Title : Green hydrogen UK by 2030: Progress and prospects
Abstract:
Green hydrogen is starting an energy revolution in Britain this year [1].
It has been with us for six centuries, and the phrase ‘Hydrogen Economy’ was coined in 1970 but without much penetration [2] because it was not green then.
Real action to go green has been sluggish because hydrogen has previously been isolated in petrochemical plants and has almost all hydrogen production has been fossil hydrogen, predominantly made from coal, petroleum and natural gas. That is changing rapidly by 2030 as the British Government has begun to inject significant funding into the green material, though much less than USA, Germany, Japan and China.

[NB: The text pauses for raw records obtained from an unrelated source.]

def test_each_spreading_rate_keeps_a_refinement_start():
    # slowly spreading layers far behind the truth once took both starts of a side (the physical
    # family with sparse seeding: picked 19.3 deg late, 5.7 stated); the turbulent layer near
    # the truth, which fits far better once refined, was never refined
    from core.separation import COARSE_SPREADING, _each_rate
    from core.side_fit import SideProblem

    problem = SideProblem.__new__(SideProblem)  # start() reads only the thickness prior
    problem.log_delta_prior = 0.0
    slow, fast = COARSE_SPREADING
    scored = [(1.0, problem.start(18.5, spreading=slow)), (2.0, problem.start(15.5, spreading=slow)),
              (5.0, problem.start(-2.0, spreading=fast)), (6.0, problem.start(-5.0, spreading=fast))]
    kept = _each_rate(scored[:2], scored)
    assert [item[1][0] for item in kept] == [18.5, 15.5, -2.0]
    # nothing added where both rates are kept already
    assert _each_rate([scored[0], scored[2]], scored) == [scored[0], scored[2]]
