"""One shot from frame pair to proposal: ball, masks, PIV, fields, separation.

This is the function the CLI, the batch workers and the window all call; the records they
exchange, ``ShotSettings`` and ``ShotResult``, are in ``core.shot_result`` (imported here too).
"""

from __future__ import annotations

import math
from dataclasses import replace

import numpy as np

from core import WakelineError
from core.geometry import turn_deg
from core.plausibility import DIRECTION_TOLERANCE_DEG
from core.results import (
    BY_ANALYST,
    BallFit,
    Flight,
    SeparationResult,
    SideProposal,
    VectorField,
)
from core.rulebook import RULEBOOK_DIAMETERS_MM
from core.shot_result import FINE_PASSES, ShotResult, ShotSettings, fine_vorticity

__all__ = ["ShotResult", "ShotSettings", "measure_shot", "remeasure_ball"]


#: Ball displacement (px) below which its direction is not trusted without an override.
MIN_FLIGHT_PX = 1.0

#: What a session's analyst does about frames that look swapped (``wakeline pair`` words it,
#: and the check below, for its own two files).
SWAPPED_REMEDY = ("say frames_swapped yes for the shot in shots.csv and import again with "
                  "--correct-values")
#: What a session's analyst checks when the flight given and the frames' order disagree.
SWAPPED_CHECK = "the shot's frames_swapped in shots.csv"


def measure_shot(
    frame_a: np.ndarray, frame_b: np.ndarray, settings: ShotSettings, progress=None,
    background: np.ndarray | None = None,
) -> ShotResult:
    """Measure one shot: ball (unless ``settings.find_ball`` is False), PIV, fields, separation.

    Stages: ball circle in each frame -> masks (ball + margin, per frame) -> PIV with the core
    settings -> a finer correlation (down to 16 px windows) on a crop around the ball in the
    ball frame -> velocity and vorticity -> separation proposal (layer fit to the particle images
    next to the ball, with the stream outside it from the fine field).

    Units of the fields on the result: with ``dt_s`` and a scale (given, or derived from the
    fitted ball and its diameter) ``u_m_s``/``v_m_s`` are lab-frame m/s and ``vorticity_1_s`` is
    1/s; without ``dt_s`` the velocities are None and the vorticity is per frame pair
    (displacement px per px), as noted in the warnings.

    Parameters
    ----------
    frame_a, frame_b : (H, W) ndarray
        The frame pair, same shape, in the order they were exposed (a session's loaders put
        them so where the manifest says ``frames_swapped``: ``core.store.in_exposure_order``).
    settings : ShotSettings
    progress : callable, optional
        Passed to the correlation (``progress(done, total, message)``).
    background : (H, W) ndarray, optional
        Background image of the camera position (:func:`core.conditioning.background_image`),
        subtracted from both frames before correlation.

    Raises
    ------
    core.WakelineError
        When the shot cannot be measured (e.g. no ball found where one was asked for).
    """
    from core.piv import correlate_pair

    clock = _StageClock()
    glare = _glare(frame_a, frame_b, settings)
    balls = _balls(frame_a, frame_b, settings) if _wants_ball(settings) else None
    masks = glare if balls is None else _masks(frame_a.shape, balls, glare)
    clock.lap("ball")
    cond_a, cond_b = _conditioned(frame_a, frame_b, settings, background, glare)
    vf = correlate_pair(cond_a, cond_b, masks[0], masks[1], settings.piv, progress)
    clock.lap("piv")  # with the conditioning
    return _after_piv(vf, (frame_a, frame_b), (cond_a, cond_b), balls, glare, settings, clock)
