def nominal_diameter_mm(ball_type: str) -> float:
    """Nominal diameter (mm) of a ball type from its rulebook circumference range.

    Parameters
    ----------
    ball_type : str
        "cricket", "baseball" or "softball" (case-insensitive).

    Returns
    -------
    float
        Mid-range circumference divided by pi, mm.
    """
    key = ball_type.strip().lower()
    if key not in BALL_CIRCUMFERENCE_MM:
        known = ", ".join(sorted(BALL_CIRCUMFERENCE_MM))
        raise WakelineError(f"ball type {ball_type!r}: unknown (known: {known})")
    return NOMINAL_BALL_DIAMETER_MM[key]


def scale_from_ball(radius_px: float, diameter_mm: float) -> float:
    """Image scale (mm/px) from the fitted radius (px) and the ball's true diameter (mm)."""
    if not radius_px > 0:
        raise WakelineError(f"ball radius {radius_px} px: cannot derive a scale from it")
    return diameter_mm / (2.0 * radius_px)


def find_ball(
    frame: np.ndarray,
    *,
    radius_hint_px: float | None = None,
    name: str = "frame",
) -> BallFit:
    """Fit the ball's outline circle in one frame.

    Parameters
    ----------
    frame : (H, W) ndarray
        One PIV frame (counts).
    radius_hint_px : float, optional
        Expected radius (from the ball diameter and a known scale); only regions within 25 %
        of it are considered.
    name : str
        Frame name used in error messages.

    Returns
    -------
    BallFit
        Centre (x, y) and radius in px, RMS edge residual, and whether the image edge cuts it.

    Raises
    ------
    core.WakelineError
        When no dark round region of plausible size exists ("no ball found"), or too little
        of its outline lies inside the image.
    """
    image = np.asarray(frame, dtype=np.float64)
    if image.ndim != 2 or min(image.shape) < 16:
        raise WakelineError(f"{name}: not a 2-D frame large enough to hold a ball")
    cx, cy, r = _coarse_circle(image, radius_hint_px, name)
    smooth = ndimage.gaussian_filter(image, 1.0)
    residual = float("nan")
    for half_width in (max(6.0, 0.12 * r), 4.0, 3.0):
        points = _edge_points(image, smooth, cx, cy, r, half_width)
        if len(points) < 12:
            raise WakelineError(f"{name}: no ball found (too little of an outline is visible)")
        cx, cy, r, residual = _robust_circle(points, name)
    height, width = image.shape
    cut = cx - r < -0.5 or cy - r < -0.5 or cx + r > width - 0.5 or cy + r > height - 0.5
    return BallFit(center_px=(cx, cy), radius_px=r, residual_px=residual, cut_by_edge=bool(cut))
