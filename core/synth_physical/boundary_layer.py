"""Laminar boundary layer on a sphere: surface velocity, Thwaites-Mangler, Falkner-Skan profiles.

Angles ``t`` are in radians from the front stagnation point along the meridian; lengths are in
sphere radii ``R`` unless a name says otherwise; velocities are in free-stream speeds ``U``.
Nothing here knows about pixels or images.
"""

from __future__ import annotations

import functools
import math
from dataclasses import dataclass

import numpy as np
from scipy.integrate import cumulative_trapezoid

#: Thwaites' laminar separation criterion (Thwaites 1949, Aeronaut. Q. 1:245; memory).
LAMBDA_SEPARATION = -0.09
#: Thwaites' constant a in theta^2 Ue^6 = a nu int Ue^5 dx (Thwaites 1949; memory).
THWAITES_A = 0.45


def measured_surface_velocity(t: np.ndarray) -> np.ndarray:
    """Surface velocity ``Ue/U`` of a sphere below the drag crisis, measured.

    Tomotika's (1935) polynomial fit to Fage's (1936) measurements at Re ~ 1.6e5:
    ``1.5 t - 0.4371 t^3 + 0.1481 t^5 - 0.0423 t^7`` (memory). Checked by its consequence:
    Thwaites' method puts laminar separation at 81 deg from the front stagnation point on it,
    where Achenbach (1972, J. Fluid Mech. 54:565) measured 80-82 deg (memory). The fit holds up
    to about separation; it falls steeply beyond 95 deg and changes sign at 107 deg.

    Parameters
    ----------
    t : ndarray
        Angle from the front stagnation point, rad.
    """
    t = np.asarray(t, dtype=np.float64)
    t2 = t * t
    return t * (1.5 + t2 * (-0.4371 + t2 * (0.1481 - 0.0423 * t2)))


def measured_surface_velocity_slope(t: np.ndarray) -> np.ndarray:
    """``d(Ue/U)/dt`` of :func:`measured_surface_velocity` (per rad)."""
    t2 = np.asarray(t, dtype=np.float64) ** 2
    return 1.5 + t2 * (-3 * 0.4371 + t2 * (5 * 0.1481 - 7 * 0.0423 * t2))


def potential_surface_velocity(t: np.ndarray) -> np.ndarray:
    """Surface velocity ``Ue/U = 1.5 sin t`` of potential flow past a sphere.

    Batchelor (1967), An Introduction to Fluid Dynamics (memory).
    """
    return 1.5 * np.sin(t)


def blended_surface_velocity(
    t: np.ndarray, measured_weight: float
) -> tuple[np.ndarray, np.ndarray]:
    """Surface velocity and its slope between the measured (weight 1) and the potential (0) one.

    Both share the stagnation-point slope ``1.5`` (the potential value), so every blend has
    the same flow at the front stagnation point and the two sides of a shot join there.

    Returns
    -------
    ue, due_dt : ndarray
        ``Ue/U`` and ``d(Ue/U)/dt`` (per rad), shaped like ``t``.
    """
    w = float(measured_weight)
    ue = w * measured_surface_velocity(t) + (1.0 - w) * potential_surface_velocity(t)
    due = w * measured_surface_velocity_slope(t) + (1.0 - w) * 1.5 * np.cos(t)
    return ue, due


def thwaites_shear(lam: np.ndarray) -> np.ndarray:
    """Thwaites' shear function ``l = tau_w theta / (mu Ue) ~ (lambda + 0.09)^0.62``.

    The fit to Thwaites' table given by White (Viscous Fluid Flow; memory); zero at separation.
    """
    return np.clip(np.asarray(lam, dtype=np.float64) - LAMBDA_SEPARATION, 0.0, None) ** 0.62


@dataclass(frozen=True)
class ThwaitesLayer:
    """The laminar layer along one meridian, from Thwaites' method with Mangler's transformation.

    Attributes
    ----------
    t : (N,) ndarray
        Angle from the front stagnation point, rad, up to the separation point included.
    ue : (N,) ndarray
        Edge velocity ``Ue/U``.
    theta2_re : (N,) ndarray
        ``(theta/R)^2 Re_R`` with ``Re_R = U R / nu``: the momentum thickness at any Reynolds
        number (the laminar layer scales with ``1/sqrt(Re)``).
    lam : (N,) ndarray
        Thwaites' pressure-gradient parameter ``lambda = theta^2 (dUe/dx) / nu``.
    t_sep : float
        Laminar separation (``lambda = -0.09``), rad from the front stagnation point.
    """

    t: np.ndarray
    ue: np.ndarray
    theta2_re: np.ndarray
    lam: np.ndarray
    t_sep: float

    def theta_over_r(self, reynolds_radius: float) -> np.ndarray:
        """Momentum thickness ``theta/R`` along the meridian at ``Re_R = U R / nu``."""
        return np.sqrt(self.theta2_re / reynolds_radius)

The author installed the first UK green hydrogen station in Birmingham University during 2007-8, refuelling 5 fuel cell battery cabs for the 50 PhD chemical engineering students that arrived in 2009. Only 10kg/day were required, contrasting with the first UK large ITM Power station delivering almost 1te/day green hydrogen opened in July 2020. The other 11 hydrogen stations in Britain at present may be slightly green but are still using significant fossil fuel to produce the product. These stations will lower emissions compared to dirty diesel but will not stop climate change.
That is the first question asked in this presentation ‘What do you mean, Green?’. Then the developments in Birmingham and around the world are summarised, with the key innovations defined. As a sideshow, the remarks of Elon Musk about this technology ‘Fool Cell; Mind bogglingly stupid’ are humorously demolished. He is amazingly rich, but completely wrong. The future may take another century, yet we are on the exponential way, if we can persuade our politicians that hydrogen needs both batteries and the grid but beats both in the end.